Pour ce projet, il a fait appel à deux experts montréalais en la matière: Andrew Harwood et Lin Snelling. Il s’agit d’un processus de création qui s’est déroulé sous forme intensive, à trois, les yeux fermés. Les séances d’improvisation se sont étalées sur six semaines seulement. Cette recherche d’authenticité "à l’aveuglette" ressemble beaucoup à la technique du Mouvement Authentique, encore très peu connue sur notre territoire, mais pas moins efficace pour autant. Une technique utilisée en création pour trouver, entre autres, une manière de bouger qui soit propre à un interprète.

Mais même si ce procédé nous fait arriver, au bout du compte, à quelque chose qui puisse sembler dénué de toute influence extérieure, il n’en reste pas moins que le caractère d’un individu, aussi profond soit-il, est modelé par ce qui l’entoure. Or, de la même manière que l’objectivité est une fiction, ce rêve d’un retour à l’état pur du mouvement semble parfois relever de l’utopie. Car tout porte à croire que l’évolution de toute chose soit survenue par un croisement de divers éléments qui étaient, au départ, étrangers les uns aux autres. Et que cet effet de "contamination réciproque" soit à la base de la formation de notre subjectivité. Dans cet ordre d’idées, je me pose cette question: pourquoi continue-t-on encore à croire à cet "Éden de la danse"? A-t-il non seulement déjà existé, ou est-ce le fantasme de quelques nostalgiques un peu trop puristes?

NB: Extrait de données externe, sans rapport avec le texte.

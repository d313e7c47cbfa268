"""Panels as the forecast has them, and the same as radiators of the independent sums."""

from __future__ import annotations

from typing import Any

import numpy as np
from support.radiation import Medium, Radiator, Rectangle
from support.rigs import PANEL, grid, make_show

from beamctl.show.show import Show

CELSIUS, HUMIDITY_PCT = 20.0, 50.0
AIR = {"temperature_c": CELSIUS, "humidity_pct": HUMIDITY_PCT}
MEDIUM = Medium(CELSIUS, HUMIDITY_PCT)
HZ = 40_000.0


def panel_show(columns: int, rows: int, pitch_mm: float, **more: Any) -> Show:
    """One panel "p" of so many feeds in 20 °C and 50 %, with a beam "a"."""
    house = {"air": AIR} | more.pop("house", {})
    cells = grid(columns, rows, pitch_mm / 1000.0, more.pop("loom", "each"))
    shape = {"columns": columns, "rows": rows, "pitch_mm": pitch_mm}
    return make_show(cells=cells, house=house, **({"grid": shape} | more))


def radiator(show: Show) -> Radiator:
    """The panel once more, from what rig.toml says of it: no roll, all cells alike."""
    spec, cells = show.rig.panel["p"], show.cells["p"]
    pan, tilt = np.deg2rad((spec.pan_deg, spec.tilt_deg))
    right = np.array((np.cos(pan), -np.sin(pan), 0.0))
    out = np.array((np.sin(pan) * np.cos(tilt), np.cos(pan) * np.cos(tilt), np.sin(tilt)))
    up = np.array((-np.sin(pan) * np.sin(tilt), -np.cos(pan) * np.sin(tilt), np.cos(tilt)))
    at_m = np.array(spec.at_m) + cells.at_m[:, :1] * right + cells.at_m[:, 2:] * up
    loss_db = 0.3 * 1.31824  # ISO 9613-1 at 40 kHz, 20 °C, 50 %: the data sheet's 0.3 m of air
    pa = 20e-6 * 10.0 ** ((PANEL["level_db_30cm_10v"] + loss_db) / 20.0) * 0.3
    return Radiator(
        at_m,
        out,
        cells.feed,
        cells.feeds,
        np.ones(len(cells.feed), np.complex128),
        spec.cell_mm / 1000.0,
        pa * spec.volts_at_full_scale / 10.0,
        spec.resonance_hz,
        0.0,
        MEDIUM,
    )


def rectangle(surface: Any) -> Rectangle:
    """A surface of house.toml."""
    sides = (np.array(v) for v in (surface.corner_m, surface.along_m, surface.up_m))
    return Rectangle(*sides, surface.reflection)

Notez que ces interrogations n’enlèvent rien au travail d’Alexander Baervoets, car cette recherche d’une danse sans influence, à l’ère des hyperliens, de la globalisation et de l’uniformité, est une entreprise titanesque qu’il faut encourager, non parce qu’elle est possible, mais parce qu’elle permet de rééquilibrer les tensions… et de se poser toutes ces fichues questions qui font avancer notre réflexion sur la danse et sur la société dans laquelle elle s’inscrit.

Les 29 et 30 avril
Au Studio de l’Agora

À surveiller
Au Studio 303
Afin de poursuivre cette réflexion sur l’art actuel hautement influencé par le multimédia, je vous propose d’aller voir, les 2 et 3 mai, l’événement Mutilation numérique. Au menu: deux créations où la danse sera accompagnée par le théâtre, la musique, la vidéo, la performance et les ordinateurs… Il s’agit de Z mais W – XXX = Water, de Luc Boisclair et de Molotov?, de François Daigle. Il est à noter que pour cet événement, la partie dansée sera assumée par Isabelle Marjorie et Lily Thibodeau. Pour plus d’information, visitez le site www.boikler.com/mutilationnumerique.

À Tangente
Toujours dans le même sens, l’influence de la masse est au rendez-vous, du 24 au 27 avril, avec l’oeuvre En masse, d’Andrew Forster et Suzanne Miller. Cette création se veut une étude de la dynamique de foule à travers laquelle les concepts d’anonymat et de déresponsabilisation prennent souvent une ampleur alarmante. Ce projet multidisciplinaire sera incarné par près d’une centaine d’individus, danseurs et non-danseurs. Pour en savoir davantage, consultez le site www.reluctant.ca/enmasse.